## TASK DESCRIPTION
Show, from the records below, all lines that contain the word "resamplers".

Data items:
def tuned_for(spec, headline, source, where):
    """A method that tunes a threshold for a metric (``tunes_for_metric``: threshold moving) with that metric
    written into its parameters, so that it shows in the cell keys: the headline metric unless the spec names
    one; it must depend on the threshold. Its label stays its name."""
    factory = resamplers.resolve(spec.name)
    if not getattr(factory, "tunes_for_metric", False):
        return spec
    from ..methods.resamplers.threshold import BY_COUNTS
    metric = spec.params.get("metric", headline)
    if metric not in BY_COUNTS:
        named = "its metric" if "metric" in spec.params else f"the headline metric {metric!r}"
        raise SuiteError(source, where, f"{spec.name}: moves a threshold to maximise a metric that depends on it, "
                         f"and {named} does not; give one of {', '.join(BY_COUNTS)}, e.g. "
                         f"{{ name = \"{spec.name}\", params = {{ metric = \"balanced_accuracy\" }} }}")
    return MethodSpec(spec.name, {**spec.params, "metric": metric}, spec.label or spec.name)


def added_resampler(text):
    """An --add-resampler value -> MethodSpec, refused unless it names a resampler."""
    spec = parse_method(text)
    try:
        resolve_resampler(spec.name)
    except LopsidedError as exc:
        raise UsageError("--add-resampler", text, str(exc).removeprefix(f"{spec.name}: ")) from None
    return spec


def check_writable(folder, source, field):
    """SuiteError unless ``folder`` exists as a writable folder or can be made: checked before any work."""
    folder = Path(folder)
    existing = next(p for p in (folder, *folder.parents) if p.exists())
    if not existing.is_dir():
        raise SuiteError(source, field, f"cannot write results here: {existing} is a file, not a folder")
    if not os.access(existing, os.W_OK | os.X_OK):
        raise SuiteError(source, field, f"cannot write results here: {existing} is read-only")


def _method(item, source, where):
    if isinstance(item, str):
        return parse_method(item)
    if isinstance(item, dict):
        _no_unknown_keys(item, METHOD_KEYS, source, where + ".")
        if not isinstance(item.get("name"), str):
            raise SuiteError(source, where + ".name", "say which method, e.g. name = \"random-under\"")
        params = item.get("params", {})
        if not isinstance(params, dict):
            raise SuiteError(source, where + ".params", "write parameters as a table, e.g. params = {balance = 0.5}")
        base = parse_method(item["name"])
        return MethodSpec(base.name, {**base.params, **params}, str(item.get("label", "")))
    raise SuiteError(source, where, f"{item!r} is neither a name nor a {{name, params, label}} table")


def _check_new_label(specs, spec, source, where):
    for other in specs:
        if other == spec or other.title == spec.title:
            raise SuiteError(source, where, f"{spec.title!r} is listed twice")


def _protocol(table, source):
    if not isinstance(table, dict):
        raise SuiteError(source, "protocol", "must be a table: [protocol]")
    _no_unknown_keys(table, PROTOCOL_KEYS, source, "protocol.")
    defaults = Protocol()
    repeats = _whole(table.get("repeats", defaults.repeats), source, "protocol.repeats", 1)
    folds = _whole(table.get("folds", defaults.folds), source, "protocol.folds", 2)
    min_minority = _whole(table.get("min_minority", defaults.min_minority), source, "protocol.min_minority", 2)
    ratios = _list(table.get("ratios", list(defaults.ratios)), source, "protocol.ratios")
    for value in ratios:
        if value not in RATIO_WORDS and (isinstance(value, bool) or not isinstance(value, (int, float))
                                         or not 1 <= value < math.inf):
            raise SuiteError(source, "protocol.ratios", f"{value!r} is not an imbalance ratio; allowed: "
                             "\"natural\", \"balanced\" or a number >= 1 (majority:minority)")
    sizes = _list(table.get("sizes", list(defaults.sizes)), source, "protocol.sizes")
    for value in sizes:
        if value != "all" and (isinstance(value, bool) or not isinstance(value, int) or value < 2 * min_minority):
            raise SuiteError(source, "protocol.sizes",
                             f"{value!r} is not a training-set size; allowed: \"all\" or a whole number >= {2 * min_minority}")
    holdout = table.get("holdout")
    if holdout is not None and (isinstance(holdout, bool) or not isinstance(holdout, (int, float))
                                or not 0 < holdout < 1):
        raise SuiteError(source, "protocol.holdout", f"{holdout!r} is not a test share between 0 and 1")
    counting = table.get("counting", defaults.counting)
    if counting not in COUNTING:
        raise SuiteError(source, "protocol.counting", f"{counting!r}{did_you_mean(str(counting), COUNTING)}; allowed: "
                         "\"rows\" (default) or \"groups\" (sizes, ratios and min_minority count donors, specimens or "
                         "particles)")
    return Protocol(repeats=repeats, folds=folds, holdout=holdout, ratios=tuple(ratios), sizes=tuple(sizes),
                    min_minority=min_minority, test=parse_design(table.get("test", "folds"), source),
                    timeout=unit_seconds(table.get("timeout"), source, "protocol.timeout"), counting=counting)


def unit_seconds(value, source, field):
    """A per-unit time limit: None, or a number of seconds > 0."""
    if value is None:
        return None
    if isinstance(value, bool) or not isinstance(value, (int, float)) or not 0 < value < math.inf:
        raise SuiteError(source, field, f"{value!r} is not a time limit; allowed: a number of seconds > 0")
    return float(value)


def _whole(value, source, field, lowest):
    if isinstance(value, bool) or not isinstance(value, int) or value < lowest:
        raise SuiteError(source, field, f"{value!r} is not a whole number >= {lowest}")
    return value


def _list(value, source, field):
    if not isinstance(value, list) or not value:
        raise SuiteError(source, field, "give a non-empty list")
    if len(set(map(str, value))) != len(value):
        raise SuiteError(source, field, "a value is listed twice")
    return value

## RESPONSE
    factory = resamplers.resolve(spec.name)
    from ..methods.resamplers.threshold import BY_COUNTS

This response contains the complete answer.